Но это означает: всякое естествознание, в той мере, в какой оно предполагает тезис естественного мировоззрения (Weltansicht) и в этих рамках и смысле исследует бытие, a priori привязано к реальной онтологии[411]411
  Эго следует понимать правильно: постоянная теза опыта со своим постоянным смыслом протекает в рамках сохраняющейся однозначности опыта, и очевидность этой тезы неизменно является опытной очевидностью, статус которой неприкосновенен и с необходимостью таковым остается. То, что идея природы может быть приложена к данной природе, предполагает именно данную природу, но действительно ли она имеется в наличии, в действительности ли существует природа, остается неприкосновенным.


[Закрыть]
.

Итак, если истинно то – как все снова и снова утверждали позитивисты и, в частности, Авенариус, – что естествознание, каким оно выглядит фактически, насквозь пронизано и искажено превратными интерпретациями, идущими вразрез с естественным мировоззрением, более того, уже напичкано вспомогательными понятиями, которые хотя и выполняют в рамках естественнонаучного метода полезные функции, но такими, какими они дефинируются и интерпретируются фактически, несут в себе избыток мыслей, идущих вразрез с основной схемой естественного мировоззрения, – тогда важной, более того, [совершенно] необходимой для окончательного познания природы задачей становится «критика»; и критику эту вполне корректно будет назвать «критикой чистого опыта». Тогда чистый опыт – это, по всей видимости, тот опыт или опытное познание, которое, если придерживаться жаргона позитивизма, исключает всякую «метафизику». «Метафизика» означает здесь, для [разделяющих] нашу ориентацию, которая, правда, не является позитивистской, естественно, не что иное, как предположения (Suppositionen), не считающиеся с основополагающим смыслом естественной тезы мира (Weltthesis) или же со смыслом «опыта». «Опыт», в свою очередь, значит в таком случае то же, что и теза (Thesis) естественной установки. Задача, следовательно, сводится к тому, чтобы подвергать понятия естествознания столь необходимой критике, прежде всего – тщательно проанализировать общий смысл естественной тезы, лежащей в основе всякого естествознания, чтобы тем самым установить масштабы критики. Таким и только таким образом из естествознания можно выработать действительно однозначное, с конкретным наполнением понятие мира, или, соответственно, трансформировать фактическое естествознание в «чистую» науку опыта. Все это, очевидно, стоит вне всякого сомнения – лишь бы понималось так, как мы здесь это себе уяснили. «Онтология» природы развертывает в своих дисциплинах чистый формально – всеобщий смысл естественной тезы или данность естественной установки как таковой, тогда как вопрос, что подтверждает правомерность[412]412
  Что значит «основополагающий смысл» опыта мира, опыта природы? Всякое мышление о мире, всякие домыслы (Vermeinen) о мире основываются на «чистом опыте». Если мы избавимся ото всех мыслей, не задаваясь вопросом, правильно это или нет, и сможем держаться постигнутого в опыте мира чисто как постигнутого в опыте, то мы сможем описывать во всеобщих понятиях чистый смысл опыта originaliter (оригинально, в первичном виде – лат.) и т. д.


[Закрыть]
тезы с подобным смысловым содержанием, как и другой, особый вопрос – что подтверждает правомерность соответствующего частного естествознания в его частных тезах, лежит в стороне от ее путей.

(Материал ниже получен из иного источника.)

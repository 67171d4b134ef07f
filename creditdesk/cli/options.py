"""The commands and their options; what carries a command out is imported when it is run."""

import argparse
from collections.abc import Callable
from importlib import import_module
from pathlib import Path
from typing import TypeAlias

import creditdesk

Run = Callable[[argparse.Namespace], int]
Commands: TypeAlias = "argparse._SubParsersAction[argparse.ArgumentParser]"  # noqa: SLF001  the type has no other name


def build_parser() -> argparse.ArgumentParser:
    """Return the parser of the whole command line."""
    parser = argparse.ArgumentParser(
        prog="creditdesk",
        description="Assess one borrower at a time. Without a command the window opens.",
        epilog="Exit codes: 0 done, 1 the answer is no, 2 wrong usage, 3 unusable file, 70 our own bug.",
    )
    parser.add_argument("--version", action="version", version=f"creditdesk {creditdesk.__version__}")
    every = parser.add_subparsers(title="commands", required=True, metavar="COMMAND")
    _open(every)
    _assess(every)
    _memo(every)
    _countersign(every)
    _verify(every)
    _identity(every)
    _fit(every)
    _score(every)
    _convert(every)
    _picture(every)
    _schema(every)
    return parser


def command_named(name: str) -> Run:
    """Import what carries a command out: ``module.function`` of this package, as the parser leaves it in ``run``."""
    module, function = name.split(".")
    found: Run = getattr(import_module(f"creditdesk.cli.{module}"), function)
    return found


def _command(every: Commands, name: str, run: str, words: str) -> argparse.ArgumentParser:
    parser = every.add_parser(name, help=words, description=words)
    parser.set_defaults(run=run)
    return parser


def _house(parser: argparse.ArgumentParser) -> None:
    parser.add_argument("--housebook", type=Path, metavar="DIR", help="folder of the house book (default: shipped)")


def _key(parser: argparse.ArgumentParser, *, required: bool) -> None:
    parser.add_argument("--identity", type=Path, required=required, metavar="ID.p12", help="signing identity")
    parser.add_argument(
        "--passphrase-env", required=required, metavar="VAR", help="environment variable that holds the passphrase"
    )


def _open(every: Commands) -> None:
    parser = _command(every, "open", "opening.open_window", "open the window on a case")
    parser.add_argument("case", type=Path, nargs="?", metavar="CASE", help=".deskcase or .case.toml")
    _house(parser)


def _assess(every: Commands) -> None:
    parser = _command(every, "assess", "commands.assess", "print where the borrower stands")
    parser.add_argument("case", type=Path, metavar="CASE")
    parser.add_argument("--model", metavar="NAME|PATH", help="apply this model in place of the case's lead model")
    parser.add_argument("--json", action="store_true", help="print JSON and nothing else")
    _house(parser)


def _memo(every: Commands) -> None:
    parser = _command(every, "memo", "commands.memo", "write the memo, signed by the preparer")
    parser.add_argument("case", type=Path, metavar="CASE")
    parser.add_argument("--out", type=Path, required=True, metavar="MEMO.pdf")
    parser.add_argument("--unsigned", action="store_true", help="write it without a signature")
    _key(parser, required=False)
    _house(parser)


def _countersign(every: Commands) -> None:
    parser = _command(every, "countersign", "commands.countersign", "add the approver's decision and signature")
    parser.add_argument("memo", type=Path, metavar="MEMO.pdf")
    parser.add_argument(
        "--decision", required=True, choices=("approve", "approve_with_conditions", "decline", "return")
    )
    parser.add_argument("--conditions", default="", metavar="TEXT")
    parser.add_argument("--out", type=Path, metavar="FILE", help="default: replace the memo")
    _key(parser, required=True)


def _verify(every: Commands) -> None:
    parser = _command(every, "verify", "commands.verify", "check signatures and attachments of a memo and re-run it")
    parser.add_argument("memo", type=Path, metavar="MEMO.pdf")
    parser.add_argument("--require", default="", metavar="known,countersigned", help="what must hold beyond intact")
    parser.add_argument("--json", action="store_true", help="print JSON and nothing else")
    _house(parser)


def _identity(every: Commands) -> None:
    parser = every.add_parser("identity", help="make a signing identity", description="make a signing identity")
    parts = parser.add_subparsers(required=True, metavar="new")
    new = _command(parts, "new", "commands.new_identity", "make a self-signed signing identity")
    new.add_argument("--name", required=True, help="the signer's name, as it will stand in the memo")
    new.add_argument("--out", type=Path, required=True, metavar="ID.p12")
    new.add_argument("--passphrase-env", required=True, metavar="VAR")
    new.add_argument("--kind", choices=("ecdsa-p256", "rsa-3072"), default="ecdsa-p256")


def _fit(every: Commands) -> None:
    parser = _command(every, "fit", "commands.fit", "fit a model on a sample and write its model file")
    parser.add_argument("sample", type=Path, metavar="SAMPLE.csv")
    parser.add_argument("--target", required=True, metavar="COLUMN", help="1 for default, 0 for none")
    parser.add_argument("--method", choices=("ml", "firth"), default="ml")
    parser.add_argument("--recipe", type=Path, metavar="FILE", help="treatments, rules and texts (TOML)")
    parser.add_argument("--base-rate", type=float, metavar="P", help="shift the PD to this default rate")
    parser.add_argument("--out", type=Path, required=True, metavar="MODEL.toml")


def _score(every: Commands) -> None:
    parser = _command(every, "score", "commands.score", "score many rows of ratios at once")
    parser.add_argument("sample", type=Path, metavar="SAMPLE.csv")
    parser.add_argument("--model", required=True, metavar="NAME|PATH")
    parser.add_argument("--out", type=Path, required=True, metavar="SCORED.csv")
    _house(parser)


def _convert(every: Commands) -> None:
    parser = _command(every, "convert", "commands.convert", "turn .case.toml into .deskcase or back, or into .xlsx")
    parser.add_argument("source", type=Path, metavar="IN")
    parser.add_argument("target", type=Path, metavar="OUT")
    _house(parser)


def _picture(every: Commands) -> None:
    parser = _command(every, "picture", "commands.picture", "write a picture of one sheet of the window")
    parser.add_argument("sheet", metavar="SHEET", help="a sheet's name, or standing for Standing with the window alone")
    parser.add_argument("case", type=Path, metavar="CASE")
    parser.add_argument("--out", type=Path, required=True, metavar="PAGE.png")
    parser.add_argument("--theme", choices=("light", "dark"), default="light")
    parser.add_argument("--size", default="1440x900", metavar="WIDTHxHEIGHT", help="as seen at 100 %% (1440x900)")
    parser.add_argument("--scale", type=int, choices=(1, 2, 3), default=1, help="pixels per dot of that size (1)")
    _house(parser)


def _schema(every: Commands) -> None:
    parser = _command(every, "schema", "commands.schema", "print the JSON Schema of the exchange file")
    _house(parser)
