def cheapest_by_trying(grade: str, levers: tuple[Lever, ...], base: Moves) -> float:
    """Try every combination of steps, one evaluation for all; return the least cost that reaches the grade."""
    sides = [
        np.arange(round((one.range.high - one.range.low) / one.step) + 1) * one.step + one.range.low for one in levers
    ]
    rows = np.array(list(product(*sides)))
    least = np.inf
    for part in np.array_split(rows, 1 + len(rows) // 8000):
        moves = {one.range.target: Move(one.range.kind, column) for one, column in zip(levers, part.T, strict=True)}
        told = BOARD.evaluate({**base, **moves})
        costs = np.abs(part) @ np.array([one.cost for one in levers])
        least = min(
            least, float(np.min(costs, where=(told.grade >= 0) & (told.grade <= SCALE.position(grade)), initial=np.inf))
        )
    return least


@pytest.mark.parametrize(
    ("grade", "base", "levers"),
    [
        ("3", {}, (stepped(PRICES, 0.05), stepped(ADMINISTRATION, 0.25))),
        ("5", CUSTOMER_LEAVES, (stepped(PRICES, 0.05), stepped(STOCK, 1.0))),
        ("5", CUSTOMER_LEAVES, (stepped(ADMINISTRATION, 0.1), stepped(DEBT, 0.5))),
        ("3", {}, (stepped(PRICES, 0.1), stepped(ADMINISTRATION, 0.5), stepped(STOCK, 1.0))),
        ("5", CUSTOMER_LEAVES, (stepped(ADMINISTRATION, 0.5), stepped(DEBT, 2.0), stepped(STOCK, 1.0))),
        ("6", DOWN_AND_DEAR, (stepped(PRICES, 0.1), stepped(ADMINISTRATION, 0.4), stepped(DEBT, 3.0))),
    ],
)
def test_steps_are_those_of_brute_force(grade: str, base: Moves, levers: tuple[Lever, ...]) -> None:
    """Two and three named levers with step and bounds: not one combination is cheaper."""
    found = verified(run(grade, *levers, base=base), base)
    least = cheapest_by_trying(grade, levers, base)
    assert found.all_tried
    if np.isfinite(least):
        assert found.kind is ReachKind.REACHED
        assert found.cost == pytest.approx(least, abs=1e-9)
        for one in levers:
            count = places(found).get(one.range.target, 0.0) / one.step
            assert count == pytest.approx(round(count), abs=1e-6)
    else:
        assert found.kind is ReachKind.NOT_REACHED


def solved_last(grade: str, levers: tuple[Lever, ...], base: Moves, rungs: int) -> float:
    """Set all levers but the last on a fine grid, solve the last by bisection; return the least cost."""
    *first, last = levers
    sides = [np.linspace(one.range.low, one.range.high, rungs) for one in first]
    rows = np.stack(np.meshgrid(*sides), axis=-1).reshape(-1, len(first))
    place = SCALE.position(grade)

    def reached(ends: Array) -> Array:
        parts = []
        for part, own in zip(np.array_split(rows, 4), np.array_split(ends, 4), strict=True):
            moves = {one.range.target: Move(one.range.kind, column) for one, column in zip(first, part.T, strict=True)}
            told = BOARD.evaluate({**base, **moves, last.range.target: Move(last.range.kind, own)})
            parts.append((told.grade >= 0) & (told.grade <= place))
        return np.concatenate(parts)

    far = last.range.low if last.range.low < 0.0 else last.range.high
    outer, inner = np.full(len(rows), far), np.zeros(len(rows))
    possible, done = reached(outer), reached(inner)
    for _ in range(50):
        middle = (outer + inner) / 2.0
        ok = reached(middle)
        outer, inner = np.where(ok, middle, outer), np.where(ok, inner, middle)
    costs = np.abs(rows) @ np.array([one.cost for one in first]) + last.cost * np.abs(np.where(done, 0.0, outer))
    return float(np.min(costs, where=possible, initial=np.inf))
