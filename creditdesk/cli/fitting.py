"""Fitting a model on a sample, and scoring a sample with a model."""

import csv
import io
from argparse import Namespace
from pathlib import Path

import numpy as np

from creditdesk.base.errors import UserError
from creditdesk.cli.models import with_model_asked_for
from creditdesk.house.book import HouseBook
from creditdesk.house.files import read_file, write_file
from creditdesk.intake.sample import read_sample
from creditdesk.model.calibrate import calibrated_pd
from creditdesk.model.fit import Method, fit_model
from creditdesk.model.recipe import Recipe, plain_recipe, recipe_from_toml
from creditdesk.model.sample import stack
from creditdesk.model.score import score, why_no_pd, why_no_score
from creditdesk.model.spec import REASON_CODES, ModelSpec
from creditdesk.model.treat import treat
from creditdesk.model.write import to_toml


def fit_file(options: Namespace) -> str:
    """Fit on the sample file and write the model file; return a few lines about the fit."""
    sample = read_sample(options.sample, REASON_CODES)
    if options.recipe is None:
        columns = [name for name in sample.values if name != options.target]
        recipe = plain_recipe(columns, options.out.name.removesuffix(".toml"))
    else:
        recipe = _recipe(options.recipe)
    spec = fit_model(sample.values, sample.reasons, options.target, recipe, options.base_rate, Method(options.method))
    write_file(options.out, to_toml(spec).encode())
    return _summary(spec, options.out)


def _recipe(path: Path) -> Recipe:
    try:
        return recipe_from_toml(read_file(path).decode())
    except ValueError as error:  # what a TOML reader and a type check raise alike
        raise UserError("recipe", f"{path}: {error}") from error


def _summary(spec: ModelSpec, out: Path) -> str:
    assert spec.sample is not None
    assert spec.fit is not None
    assert spec.covariance is not None
    errors = np.sqrt(np.diag(np.array(spec.covariance.matrix)))
    coefficients = [spec.intercept]
    for factor in spec.factors:
        coefficients += [factor.coefficient, *factor.own_coefficients.values()]
    lines = [
        f"{spec.sample.size} borrowers, {spec.sample.defaults} defaults, log-likelihood {spec.fit.log_likelihood:.6f} "
        f"({spec.fit.null_log_likelihood:.6f} with the intercept alone), {spec.fit.iterations} steps"
    ]
    lines += [
        f"  {name:<40}{coefficient:>14.6f}{error:>14.6f}"
        for name, coefficient, error in zip(spec.covariance.terms, coefficients, errors, strict=True)
    ]
    return "\n".join([*lines, f"Model written to {out}"])


def score_file(options: Namespace, house: HouseBook) -> str:
    """Score every row of the sample file, write it with score, PD and why there is none; return a sentence about it."""
    spec = with_model_asked_for(house, options.model).models[options.model].spec
    sample = read_sample(options.sample, REASON_CODES)
    design = treat(spec, *stack(spec, sample.values, sample.reasons))
    scores = score(spec, design)
    pds = calibrated_pd(spec, scores)
    text = io.StringIO()
    writer = csv.writer(text, lineterminator="\n")
    writer.writerow([*sample.text, "score", "pd", "reason"])
    for row in range(sample.rows):
        names = [column[row] for column in sample.text.values()]
        why = why_no_score(spec, design.missing[:, row], design.refused[:, row]) or why_no_pd(spec) or ""
        writer.writerow([*names, _cell(scores[row]), _cell(pds[row]), why])
    write_file(options.out, text.getvalue().encode())
    return f"{sample.rows} rows scored, {int(np.isfinite(scores).sum())} with a score, written to {options.out}"


def _cell(number: float) -> str:
    return "" if np.isnan(number) else repr(float(number))
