"""What each command does; results go to standard output, messages to standard error."""

import json
import os
import re
import sys
from argparse import Namespace
from datetime import UTC, datetime
from pathlib import Path

from creditdesk.base.errors import UsageError
from creditdesk.base.palette import DARK, LIGHT
from creditdesk.case.convert import load_any, save_any
from creditdesk.case.document import Case
from creditdesk.case.lead import with_lead_model
from creditdesk.case.result import result_bytes
from creditdesk.case.what_if import scenarios_of, work_out
from creditdesk.cli.models import with_model_asked_for
from creditdesk.cli.progress import terminal_step
from creditdesk.cli.text import standing_text
from creditdesk.house.book import HouseBook
from creditdesk.house.files import write_file
from creditdesk.house.load import load_house_book
from creditdesk.house.shipped import resources_folder

REQUIREMENTS = ("known", "countersigned")
_SIZE = re.compile(r"(\d{3,5})x(\d{3,5})")


def house_book(options: Namespace) -> HouseBook:
    """Load the house book asked for, or the shipped demonstration."""
    return load_house_book(options.housebook or resources_folder() / "housebook")


def _case_and_house(options: Namespace) -> tuple[Case, HouseBook]:
    house = house_book(options)
    case = load_any(options.case, house.chart, house)
    return case, with_lead_model(house, case, options.case.parent)


def _say(text: str) -> None:
    """Write a result as UTF-8 whatever the locale says, so that equal results are equal bytes."""
    _say_bytes(f"{text}\n".encode())


def _say_bytes(data: bytes) -> None:
    sys.stdout.flush()
    sys.stdout.buffer.write(data)
    sys.stdout.buffer.flush()


def _key(options: Namespace) -> tuple[Path, str]:
    """Return identity file and passphrase; the passphrase comes from the environment, never from the command line."""
    if options.identity is None or options.passphrase_env is None:
        raise UsageError("identity", "Give --identity and --passphrase-env to sign, or --unsigned for a memo without.")
    return options.identity, _passphrase(options.passphrase_env)


def _passphrase(variable: str) -> str:
    passphrase = os.environ.get(variable)
    if passphrase is None:
        raise UsageError("passphrase", f"--passphrase-env {variable}: no environment variable has this name.")
    return passphrase


def assess(options: Namespace) -> int:
    """Print where the borrower stands; grade D or a stop is an answer too."""
    case, house = _case_and_house(options)
    name = options.model or ""
    house = with_model_asked_for(house, name)
    if options.json:
        asked = work_out(case, house, name, terminal_step())
        _say_bytes(result_bytes(asked.ink, asked))
    else:
        _say(standing_text(case, scenarios_of(case, house, name)))
    return 0


def memo(options: Namespace) -> int:
    """Write the memo."""
    from creditdesk.memo import issue  # heavy, and other commands go without

    if options.unsigned and options.identity is not None:
        raise UsageError("identity", "Give either --unsigned or --identity, not both.")
    if options.unsigned:
        _say(issue.issue_unsigned(*_case_and_house(options), options.out, terminal_step()))
        return 0
    key = _key(options)
    case, house = _case_and_house(options)
    _say(issue.prepare(case, house, options.out, key, datetime.now(UTC), terminal_step()).words)
    return 0


def countersign(options: Namespace) -> int:
    """Add the approver's decision and signature."""
    from creditdesk.memo.decision import Decision  # heavy, and other commands go without
    from creditdesk.memo.issue import countersign as add

    decision = (Decision(options.decision), options.conditions)
    _say(add(options.memo, options.out or options.memo, _key(options), decision, datetime.now(UTC)))
    return 0


def verify(options: Namespace) -> int:
    """Say whether a memo is as signed and gives the same result again; 1 where it is not."""
    from creditdesk.memo.verify import verify_file  # heavy, and other commands go without

    required = [word for word in options.require.split(",") if word]
    unknown = [word for word in required if word not in REQUIREMENTS]
    if unknown:
        raise UsageError("require", f"--require: found {', '.join(unknown)}, allowed {', '.join(REQUIREMENTS)}.")
    answer = verify_file(options.memo, house_book(options), required)
    _say(json.dumps(answer.as_json(), ensure_ascii=False, indent=1) if options.json else answer.text)
    return 0 if answer.valid else 1


def new_identity(options: Namespace) -> int:
    """Make a signing identity."""
    from creditdesk.memo import identity  # heavy, and other commands go without

    now, passphrase = datetime.now(UTC), _passphrase(options.passphrase_env)
    identity.write_private(options.out, identity.new_identity(options.name, passphrase, options.kind, now=now))
    made = identity.load_identity(options.out, passphrase, now=now)
    _say(f"Identity of {made.name} written to {options.out}\ncertificate SHA-256 {made.fingerprint_sha256}")
    return 0


def fit(options: Namespace) -> int:
    """Fit a model and write its file."""
    from creditdesk.cli.fitting import fit_file  # heavy, and other commands go without

    _say(fit_file(options))
    return 0


def score(options: Namespace) -> int:
    """Score many rows of ratios."""
    from creditdesk.cli.fitting import score_file  # heavy, and other commands go without

    _say(score_file(options, house_book(options)))
    return 0


def convert(options: Namespace) -> int:
    """Turn one form of a case into another."""
    house = house_book(options)
    case = load_any(options.source, house.chart, house)
    if options.target.suffix == ".xlsx":
        from creditdesk.memo.workbook import workbook  # heavy, and other commands go without

        house = with_lead_model(house, case, options.source.parent)
        write_file(options.target, workbook(case, scenarios_of(case, house), house))
    else:
        save_any(options.target, case, house.chart)
    _say(f"Written to {options.target}")
    return 0


def picture(options: Namespace) -> int:
    """Write a picture of one sheet of the real window."""
    size = _SIZE.fullmatch(options.size)
    if size is None:
        raise UsageError("size", f"--size: found {options.size!r}, expected WIDTHxHEIGHT such as 1280x800.")
    os.environ["QT_QPA_PLATFORM"] = "offscreen"  # set before Qt is imported; a picture needs no display
    os.environ["QT_SCALE_FACTOR"] = str(options.scale)
    from creditdesk.desk.picture import take_picture  # needs Qt

    look = (DARK if options.theme == "dark" else LIGHT, int(size[1]), int(size[2]))
    take_picture(options.sheet, options.case, options.out, house_book(options), look)
    _say(f"Picture written to {options.out}")
    return 0


def schema(options: Namespace) -> int:
    """Print the JSON Schema of the exchange file."""
    from creditdesk.case.exchange_schema import exchange_schema  # other commands go without

    _say(json.dumps(exchange_schema(house_book(options).chart), ensure_ascii=False, indent=1))
    return 0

Однако стоит, пожалуй, обратить внимание на то, что рассуждения о естественном понятии мира не имеют, и нельзя допустить, чтобы имели в виду, понятие мира, которое всякий человек фактически и замечательным образом приносит с собой в «мир», – скажем, как наследие животного развития, [длившегося] миллионы лет, как след (Niederschlag) все более совершенного, все более рационально – экономического приспособления животного и, в конце концов, человека к природным условиям; или даже [такое] понятие мира, которое эмпирически выработало себе историческое человечество или даже индивидуальный человек, но которое, при изменении антропологических, исторических, культурных условий, могло бы быть и должно было быть выработано им в иной форме, так, что тогда оно было бы по общему признанию понятием определяющим.

Всякое переживание и всякая группа переживаний, которой обладает какой – нибудь человек этого мира, само, естественно, принадлежит – так рассуждаем мы в естественной установке – этому миру и возникло в нем по каким – то эмпирическим законам с эмпирической необходимостью при данных обстоятельствах. Каким бы, однако, образом ни возникли актуальные переживания, в которых люди обладают понятием мира как единообразным содержанием, – пока рассуждения о мире, в котором существуют люди, <которые> имеют сознание о мире, имеют переживания, и в числе их имеют полагающие эмпирически наличное бытие восприятия, опытные акты и т. д., пока рассуждения эти сохраняют свой смысл, до тех пор естественное понятие мира является значимым абсолютно и а priori. Априорность не означает, что какая – либо иная теза, кроме тезы естественного мира, невозможна в любом смысле, она не означает, что иные восприятия индивидуальных единиц и иные опытные акты вообще, кроме таких, какие мы называем восприятиями вещей, восприятиями людей и т. п., просто – напросто немыслимы: от любых суждений об этом мы здесь, скорее, воздерживаемся. А означает она: если мы исходим из факта естественной установки и из факта тезы природы, которую можно схватить и всеобщим образом охарактеризовать в ней, из факта, что эта теза[413]413
  Позднее, возможно, в 1921 г., вставлено: «с ее конкретным содержанием для действительных и возможных рядов восприятий, которые могут [далеко] простираться в бесконечной открытости и однозначным образом подтверждаться друг в друге, обеспечивая непрерывность тезы». – Прим. нем. изд.


[Закрыть]
 обладает своей несомненной правомерностью, – тогда всякое естественнонаучное высказывание как высказывание, научно определяющее особенное, положенное в этой тезе, будет бессмысленным, если идет вразрез со смыслом этой тезы в соответствии с ее всеобщим смыслоопределяющим содержанием[414]414
  В этих рассуждениях о факте содержится указание на то, что мы думаем, а значит, предполагаем, антиципируя, продолжающимся in infinitum то, что теза, которую мы выполнили в соответствующем случае и каждый для себя, [будет] устойчиво держаться дальше в однозначности опытных актов. Однако основанием этой антиципации и является свойственное самому опыту мира единство.


[Закрыть]
.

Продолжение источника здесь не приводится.